To use the pipeline, add `trust_remote_code=True` when loading the pipeline.

```py
from transformers import pipeline

pipeline = pipeline(task="pair-classification", trust_remote_code=True)
```

### Add to Transformers

Adding a custom pipeline to Transformers requires adding tests to make sure everything works as expected, and requesting a review from the Transformers team.

Add your pipeline code as a new module to the [pipelines](https://github.com/huggingface/transformers/tree/main/src/transformers/pipelines) submodule, and add it to the list of tasks defined in [pipelines/__init__.py](https://github.com/huggingface/transformers/blob/main/src/transformers/pipelines/__init__.py).

Next, add a new test for the pipeline in [transformers/tests/pipelines](https://github.com/huggingface/transformers/tree/main/tests/pipelines). You can look at the other tests for examples of how to test your pipeline.

The [run_pipeline_test](https://github.com/huggingface/transformers/blob/db70426854fe7850f2c5834d633aff637f14772e/tests/pipelines/test_pipelines_text_classification.py#L186) function should be very generic and run on the models defined in [model_mapping](https://github.com/huggingface/transformers/blob/db70426854fe7850f2c5834d633aff637f14772e/tests/pipelines/test_pipelines_text_classification.py#L48). This is important for testing future compatibility with new models.

You'll also notice `ANY` is used throughout the [run_pipeline_test](https://github.com/huggingface/transformers/blob/db70426854fe7850f2c5834d633aff637f14772e/tests/pipelines/test_pipelines_text_classification.py#L186) function. The models are random, so you can't check the actual values. Using `ANY` allows the test to match the output of the pipeline type instead.

Finally, you should also implement the following 4 tests.

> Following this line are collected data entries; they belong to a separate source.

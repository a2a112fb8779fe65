#include "lapwing/io/source_map.hpp"

#include "lapwing/base/format.hpp"

namespace lapwing {

namespace {

// Starts with `prefix` as a whole key path component ("a.b" is under "a", "ab" is not).
bool is_under(std::string_view path, std::string_view prefix) {
  return path.substr(0, prefix.size()) == prefix &&
         (path.size() == prefix.size() || path[prefix.size()] == '.' || path[prefix.size()] == '[');
}

// The key path that holds `path`: "a.b[2]" -> "a.b" -> "a" -> "".
std::string_view parent(std::string_view path) {
  const std::size_t cut = path.find_last_of(".[");
  return cut == std::string_view::npos ? std::string_view() : path.substr(0, cut);
}

}  // namespace

void SourceMap::fill(Nodes& nodes, const Document& doc) {
  struct Walk {
    Nodes& nodes;
    void operator()(const Node& n, const std::string& path) const {
      nodes[path] =
          Entry{n.mark,
                n.kind == Node::Kind::scalar ? std::optional<std::string>(n.scalar) : std::nullopt};
      for (const auto& [key, child] : n.entries) (*this)(child, join_path(path, key));
      for (std::size_t i = 0; i < n.items.size(); ++i)
        (*this)(n.items[i], path + "[" + std::to_string(i) + "]");
    }
  };
  Walk{nodes}(doc.root, "");
}

SourceMap::SourceMap(const Document& doc) : file_(doc.file), index_(std::make_shared<Index>()) {
  std::call_once(index_->built, [&] { fill(index_->nodes, doc); });
}

SourceMap::SourceMap(std::shared_ptr<const Document> doc)
    : file_(doc->file), doc_(std::move(doc)), index_(std::make_shared<Index>()) {}

const SourceMap::Nodes& SourceMap::nodes() const {
  static const Nodes none;
  if (!index_) return none;
  std::call_once(index_->built, [this] {
    if (doc_) fill(index_->nodes, *doc_);
  });
  return index_->nodes;
}

void SourceMap::alias(std::string model_path, std::string file_path) {
  aliases_.emplace_back(std::move(model_path), std::move(file_path));
}

std::string SourceMap::file_path(std::string_view path) const {
  // The longest alias that applies.
  const std::pair<std::string, std::string>* best = nullptr;
  for (const auto& a : aliases_)
    if (is_under(path, a.first) && (!best || a.first.size() > best->first.size())) best = &a;
  if (!best) return std::string(path);
  return best->second + std::string(path.substr(best->first.size()));
}

Mark SourceMap::mark(std::string_view path) const {
  for (std::string_view p = path;; p = parent(p)) {
    if (const auto it = nodes().find(p); it != nodes().end()) return it->second.mark;
    if (p.empty()) return Mark{};
  }
}

std::optional<std::string> SourceMap::text(std::string_view path) const {
  const auto it = nodes().find(path);
  return it == nodes().end() ? std::nullopt : it->second.text;
}

void SourceMap::data(std::string path, std::string file, std::vector<int> lines) {
  data_[std::move(path)] = DataFile{std::move(file), std::move(lines)};
}

std::optional<std::string> SourceMap::point_name(const std::string& path) const {
  // "PATH.points[i]": line i of PATH's data file.
  const std::size_t open = path.rfind(".points[");
  const std::optional<std::size_t> i = last_index(path);
  if (open == std::string::npos || !i) return std::nullopt;
  const auto it = data_.find(std::string_view(path).substr(0, open));
  if (it == data_.end() || *i >= it->second.lines.size()) return std::nullopt;
  return it->second.file + " line " + std::to_string(it->second.lines[*i]);
}

InputError SourceMap::error(const Violation& v) const {
  const ValueText text = [this](const std::string& path, double si) {
    return this->text(file_path(path)).value_or(format_readable(si));
  };
  const std::string point = v.point.empty() ? std::string() : point_name(v.point).value_or("");
  return InputError(file_, mark(file_path(v.where())), v.message(text, point), file_path(v.field));
}

InputError SourceMaps::error(const InvalidInput& e) const {
  for (const auto& m : maps_)
    if (m.file() == e.subject()) return m.error(e.violation());
  return InputError(e.subject(), Mark{}, e.message(), e.violation().field);
}

}  // namespace lapwing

1. [test_small_model_pt](https://github.com/huggingface/transformers/blob/db70426854fe7850f2c5834d633aff637f14772e/tests/pipelines/test_pipelines_text_classification.py#L59), use a small model for these pipelines to make sure they return the correct outputs. The results don't have to make sense. Each pipeline should return the same result.
1. [test_large_model_pt](https://github.com/huggingface/transformers/blob/db70426854fe7850f2c5834d633aff637f14772e/tests/pipelines/test_pipelines_zero_shot_image_classification.py#L187), use a realistic model for these pipelines to make sure they return meaningful results. These tests are slow and should be marked as slow.